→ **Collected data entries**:
= = =

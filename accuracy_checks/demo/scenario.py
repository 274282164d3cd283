"""The invented demo: a fictional chain of garden centres and a few weeks of forecast cycles.

Nothing here is real: no company, brand or person. Eight stores (``S01``–``S08``) sell about
300 products (``P0001``…) in five segments. Weekly unit demand is simulated, a simple forecaster
is run once per weekly cycle on the actuals known before its issue date, and a few problems are
planted in the forecasts so that the gate has something to find:

- ``pet-care`` forecasts are 18 % too low from the fourth-last cycle on (the 3rd of 6):
  an under-forecast bias that shows once those cycles are measured against actuals: a warning
  when half the lag-1 window is biased, a failure when three quarters are;
- in that same cycle a few series lack one week in the middle of the horizon (a gap: warning);
- in the final cycle every series of one store is absent (a missing store: failure).

With the defaults (6 cycles, seed 7) the verdicts read WARN, WARN, WARN, PASS, WARN, FAIL: the
first two warn mildly (lag-4 bias of small segments measured on one or two weeks), the third
shows the gap, the fifth the pet-care bias building up and the sixth fails on the missing store
and the pet-care bias.

:func:`generate_scenario` writes the files (this module: data only, no engine);
:func:`~accuracy_checks.demo.narrator.run_demo` runs the gate on each cycle in order, the way
a weekly job would, and narrates the verdicts.

The demand and the forecaster are in :mod:`accuracy_checks.demo.world`.
"""

from __future__ import annotations

import datetime as dt
import shutil
from collections.abc import Sequence
from dataclasses import dataclass
from pathlib import Path

import numpy as np
import pyarrow as pa
import pyarrow.csv as pa_csv

from accuracy_checks.demo.world import (
    HORIZON,
    LEVEL_WEEKS,
    N_STORES,
    SEASON_WEEKS,
    SEGMENTS,
    World,
    forecast_table,
    simulate,
)
from accuracy_checks.errors import UsageError

__all__ = [
    "CONFIG_MARKER",
    "FIRST_DEMO_CYCLE",
    "HORIZON",
    "N_STORES",
    "SEGMENTS",
    "PlantedProblems",
    "Scenario",
    "describe_planted",
    "generate_scenario",
    "is_demo_folder",
    "prepare_folder",
]

#: Issue date of the first demo cycle (a Monday in early spring, when garden centres get busy).
FIRST_DEMO_CYCLE = dt.date(2025, 4, 7)
#: Earlier cycles written to the history file, issued weekly before the first demo cycle.
EARLIER_CYCLES = 4
#: Weeks of actuals before the final cycle's issue date (about two years).
HISTORY_WEEKS = 104
#: Most demo cycles: the first earlier cycle still needs SEASON_WEEKS + LEVEL_WEEKS + 1 weeks.
MAX_CYCLES = HISTORY_WEEKS - EARLIER_CYCLES - (SEASON_WEEKS + LEVEL_WEEKS + 1) + 1

#: Invented town names (no real places intended).
TOWNS = (
    "Mossbury Cross",
    "Fernwhistle",
    "Quillhaven",
    "Bramblewick",
    "Pebblecombe",
    "Wrenfold",
    "Cloverdeep",
    "Hollyrise",
)

#: The planted problems.
BIASED_SEGMENT = "pet-care"
BIAS_FACTOR = 0.82  # forecasts 18 % below what the forecaster would say
MISSING_STORE = "S06"
GAP_SERIES = 5
GAP_STEP = 7  # the 7th of 13 weeks: the middle of the horizon

#: Header of the generated config; the demos only clear folders that carry it.
CONFIG_MARKER = "# accuracy-checks demo scenario (invented data)"


@dataclass(frozen=True)
class PlantedProblems:
    """Where the demo's planted problems sit (tests and the narration read this)."""

    bias_from: dt.date
    missing_cycle: dt.date
    gap_cycle: dt.date
    gap_week: dt.date
    gap_series: tuple[tuple[str, str], ...]
    biased_segment: str = BIASED_SEGMENT
    bias_factor: float = BIAS_FACTOR
    missing_store: str = MISSING_STORE


class _File:
    """A file of a scenario, by its path under the scenario's folder (read as an attribute of
    the :class:`Scenario`: the full path)."""

    def __init__(self, *parts: str) -> None:
        self.parts = parts

    def __get__(self, scenario: Scenario, owner: type | None = None) -> Path:
        return scenario.out_dir.joinpath(*self.parts)


@dataclass(frozen=True)
class Scenario:
    """A generated scenario: its folder, the issue dates of its cycles, its planted problems.

    The paths of its files (all under :attr:`out_dir`) are derived from the folder: its
    layout is written down here once, and :func:`generate_scenario` writes to these paths.
    """

    out_dir: Path
    #: issue dates (Mondays) of the demo cycles
    cycle_dates: tuple[dt.date, ...]
    #: issue dates of the earlier cycles in the history file
    earlier_dates: tuple[dt.date, ...]
    planted: PlantedProblems
    n_series: int

    config_path = _File("accuracy-checks.yaml")
    #: every actual: about two years up to the final cycle's issue date
    actuals_path = _File("data", "actuals.csv")
    products_path = _File("data", "products.csv")
    stores_path = _File("data", "stores.csv")
    #: the earlier cycles' forecasts
    history_path = _File("data", "earlier_forecasts.csv")

    @property
    def forecast_paths(self) -> tuple[Path, ...]:
        """The forecast file of each demo cycle, in issue order."""
        return tuple(self.out_dir / "data" / "forecasts" / f"forecast_{day.isoformat()}.csv"
                     for day in self.cycle_dates)

    @property
    def cycle_actuals_paths(self) -> tuple[Path, ...]:
        """The actuals known at each demo cycle (weeks before its issue date), in issue
        order."""
        return tuple(self.out_dir / "data" / "actuals" / f"actuals_{day.isoformat()}.csv"
                     for day in self.cycle_dates)


def is_demo_folder(out_dir: Path) -> bool:
    """Whether ``out_dir`` holds a config written by the demo (:data:`CONFIG_MARKER`)."""
    try:
        return (out_dir / "accuracy-checks.yaml").read_text(encoding="utf-8").startswith(
            CONFIG_MARKER)
    except OSError:
        return False


def prepare_folder(out_dir: Path, *, run_state: Sequence[str] = (".accuracy_checks",),
                   hint: str = "Pass a new or empty folder.") -> None:
    """Refuse a folder that holds someone else's work (:class:`UsageError` ending in
    ``hint``); remove an earlier demo's run state (the subfolders ``run_state``)."""
    if out_dir.exists() and not out_dir.is_dir():
        raise UsageError(f"Demo output {out_dir} exists and is not a folder; pass a folder path.")
    if out_dir.is_dir() and any(out_dir.iterdir()) and not is_demo_folder(out_dir):
        raise UsageError(
            f"Demo output folder {out_dir} is not empty and does not hold an earlier demo "
            f"(no accuracy-checks.yaml written by the demo). {hint}"
        )
    for name in run_state:
        if (out_dir / name).is_dir():
            shutil.rmtree(out_dir / name)


def _csv_bytes(table: pa.Table) -> bytes:
    """Plain CSV: an unquoted header, no quotes (no value holds a comma, quote or newline)."""
    sink = pa.BufferOutputStream()
    sink.write((",".join(table.column_names) + "\n").encode("utf-8"))
    pa_csv.write_csv(table, sink, pa_csv.WriteOptions(include_header=False, quoting_style="none"))
    return bytes(sink.getvalue())


def _write_csv(table: pa.Table, path: Path) -> None:
    path.parent.mkdir(parents=True, exist_ok=True)
    path.write_bytes(_csv_bytes(table))


def _drop_rows(table: pa.Table, drop: np.ndarray) -> pa.Table:
    return table.filter(pa.array(~drop))


def _config_text(forecast: str, actuals: str) -> str:
    return f"""{CONFIG_MARKER}
# The demo runs every cycle with --forecast/--actuals overrides; as written, this file checks
# the first demo cycle against the actuals known on its issue date.
version: 1
forecast:
  path: {forecast}
  keys: [store, product]
  period: week
  value: units
  issued: issued_on
  quantiles: {{0.1: p10, 0.9: p90}}
actuals:
  path: {actuals}
  period: week
  value: units_sold
history: data/earlier_forecasts.csv
archive: .accuracy_checks/archive
store: sqlite:///.accuracy_checks/audit.db
frequency: W-MON
horizon: {HORIZON}
segments:
  columns: [category]
  mapping: data/products.csv
coverage:
  active_periods: 8
evaluation:
  lags: [1, 4]
  window: 4
  min_obs: 20
thresholds:
  default:
    bias_pct: {{warn: 5, fail: 10}}
    wape: {{warn: 35, fail: 50}}
    missing_series_pct: {{warn: 0, fail: 1}}
    incomplete_series: {{warn: 0, fail: 50}}
  segments:
    seasonal-plants:            # spring peak: harder to forecast
      wape: {{warn: 45, fail: 60}}
    garden-furniture:           # few, slow-selling lines
      wape: {{warn: 60, fail: 80}}
      bias_pct: {{warn: 8, fail: 15}}
    pet-care:                   # keeps well; running out costs more than overstock
      bias_pct: {{warn: [-8, 5], fail: [-15, 10]}}
"""


def _clear_own_files(out_dir: Path) -> None:
    """Remove files a previous generation wrote (their names carry dates that may differ)."""
    for folder in (out_dir / "data" / "forecasts", out_dir / "data" / "actuals"):
        if folder.is_dir():
            for f in folder.glob("*_????-??-??.csv"):
                f.unlink()


def generate_scenario(out_dir: Path, *, cycles: int = 6, seed: int = 7) -> Scenario:
    """Write the invented scenario into ``out_dir`` and describe it.

    Files (relative to ``out_dir``): ``accuracy-checks.yaml``; ``data/actuals.csv`` (store,
    product, week, units_sold: about two years up to the final cycle's issue date);
    ``data/actuals/actuals_<date>.csv`` (the same, cut at each demo cycle's issue date);
    ``data/products.csv`` (product, category); ``data/stores.csv`` (store, town);
    ``data/earlier_forecasts.csv`` (the four weekly cycles before the first demo cycle) and
    ``data/forecasts/forecast_<date>.csv`` per demo cycle (store, product, week, units, p10,
    p90, issued_on). The same ``seed`` gives byte-identical files.

    ``cycles`` runs from 3 (a clean cycle, the gap, the failing final cycle) to
    :data:`MAX_CYCLES` (40: the forecaster needs 61 weeks of actuals before the first cycle).
    """
    if not 3 <= cycles <= MAX_CYCLES:
        raise UsageError(
            f"the demo runs 3 to {MAX_CYCLES} cycles (a clean cycle, the gap, the failing final "
            f"cycle; the forecaster needs a year of actuals before the first); got {cycles}"
        )
    out_dir = Path(out_dir)
    (out_dir / "data").mkdir(parents=True, exist_ok=True)
    _clear_own_files(out_dir)
    rng = np.random.default_rng(seed)
    final_issue = FIRST_DEMO_CYCLE + dt.timedelta(weeks=cycles - 1)
    world = simulate(rng, final_issue - dt.timedelta(weeks=HISTORY_WEEKS), HISTORY_WEEKS)
    cycle_dates = tuple(FIRST_DEMO_CYCLE + dt.timedelta(weeks=k) for k in range(cycles))
    earlier_dates = tuple(
        FIRST_DEMO_CYCLE - dt.timedelta(weeks=EARLIER_CYCLES - k) for k in range(EARLIER_CYCLES)
    )
    planted, gap_rows = _plant(world, rng, cycle_dates)
    scenario = Scenario(out_dir, cycle_dates, earlier_dates, planted, len(world.store))
    _write_actuals(world, scenario)
    _write_reference_tables(world, scenario)
    # earlier cycles (clean) → history file
    _write_csv(
        pa.concat_tables([forecast_table(world, world.index_of(day)) for day in earlier_dates]),
        scenario.history_path,
    )
    _write_forecasts(world, scenario, gap_rows)
    scenario.config_path.write_text(
        _config_text(
            forecast=scenario.forecast_paths[0].relative_to(out_dir).as_posix(),
            actuals=scenario.cycle_actuals_paths[0].relative_to(out_dir).as_posix(),
        ),
        encoding="utf-8",
    )
    return scenario


def _plant(
    world: World, rng: np.random.Generator, cycle_dates: tuple[dt.date, ...]
) -> tuple[PlantedProblems, np.ndarray]:
    """Where the problems go, and the rows (series) of the gap.

    Positions count from the end, so any number of cycles ≥ 3 tells the same story. The gap
    takes a few steady sellers (sales in every recent week) outside the missing store.
    """
    cycles = len(cycle_dates)
    gap_cycle = cycle_dates[max(1, cycles - 4)]
    recent = world.units[:, world.index_of(gap_cycle) - LEVEL_WEEKS : world.index_of(gap_cycle)]
    steady = np.flatnonzero((recent > 0).all(axis=1) & (world.store != MISSING_STORE))
    gap_rows = np.sort(rng.choice(steady, size=GAP_SERIES, replace=False))
    planted = PlantedProblems(
        bias_from=cycle_dates[max(1, cycles - 4)],
        missing_cycle=cycle_dates[-1],
        gap_cycle=gap_cycle,
        gap_week=gap_cycle + dt.timedelta(weeks=GAP_STEP - 1),
        gap_series=tuple((str(world.store[i]), str(world.product[i])) for i in gap_rows),
    )
    return planted, gap_rows


def _write_actuals(world: World, scenario: Scenario) -> None:
    """Every actual, week by week (as a weekly feed appends them), and its prefix known at each
    cycle: the file cut before the first row of the cycle's issue week."""
    n_series = scenario.n_series
    actuals = pa.table(
        {
            "store": np.tile(world.store, HISTORY_WEEKS),
            "product": np.tile(world.product, HISTORY_WEEKS),
            "week": pa.array(np.repeat(world.weeks, n_series), pa.date32()),
            "units_sold": world.units.T.ravel(),
        }
    )
    text = _csv_bytes(actuals)
    line_ends = np.flatnonzero(np.frombuffer(text, dtype=np.uint8) == ord("\n"))
    scenario.actuals_path.write_bytes(text)
    for day, path in zip(scenario.cycle_dates, scenario.cycle_actuals_paths, strict=True):
        rows = world.index_of(day) * n_series  # weeks before the issue date; + 1 header line
        path.parent.mkdir(exist_ok=True)
        path.write_bytes(text[: line_ends[rows] + 1])


def _write_reference_tables(world: World, scenario: Scenario) -> None:
    """The segment (category) of each product; the town of each store."""
    seg_names = np.array([s.name for s in SEGMENTS])
    _write_csv(
        pa.table({"product": world.product_ids, "category": seg_names[world.product_segment]}),
        scenario.products_path,
    )
    store_ids = np.unique(world.store)
    _write_csv(
        pa.table({"store": store_ids, "town": list(TOWNS[: len(store_ids)])}),
        scenario.stores_path,
    )


def _write_forecasts(world: World, scenario: Scenario, gap_rows: np.ndarray) -> None:
    """Each demo cycle's forecast with the planted problems: the bias from its cycle on, the
    gap in its cycle, the missing store in the final cycle."""
    p, n_series = scenario.planted, scenario.n_series
    biased = np.array([s.name for s in SEGMENTS])[world.segment_of_series] == p.biased_segment
    factor = np.where(biased, p.bias_factor, 1.0)
    store_of_row = np.repeat(world.store, HORIZON)
    step_of_row = np.tile(np.arange(1, HORIZON + 1), n_series)
    gap_of_row = np.repeat(np.isin(np.arange(n_series), gap_rows), HORIZON) & (
        step_of_row == GAP_STEP
    )
    for day, path in zip(scenario.cycle_dates, scenario.forecast_paths, strict=True):
        table = forecast_table(
            world, world.index_of(day), factor=factor if day >= p.bias_from else None
        )
        if day == p.gap_cycle:
            table = _drop_rows(table, gap_of_row)
        if day == p.missing_cycle:
            table = _drop_rows(table, store_of_row == p.missing_store)
        _write_csv(table, path)


def describe_planted(scenario: Scenario) -> Sequence[str]:
    """One line per planted problem, for readers of the generated data."""
    p = scenario.planted
    return (
        f"{p.biased_segment} forecasts are {round((1 - p.bias_factor) * 100)} % too low "
        f"from the cycle of {p.bias_from} on",
        f"{len(p.gap_series)} series lack the week of {p.gap_week} in the cycle of {p.gap_cycle}",
        f"store {p.missing_store} is absent from the cycle of {p.missing_cycle}",
    )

= = =

Your answer should consist of every line from the entries that holds "exists".

    if out_dir.exists() and not out_dir.is_dir():
        raise UsageError(f"Demo output {out_dir} exists and is not a folder; pass a folder path.")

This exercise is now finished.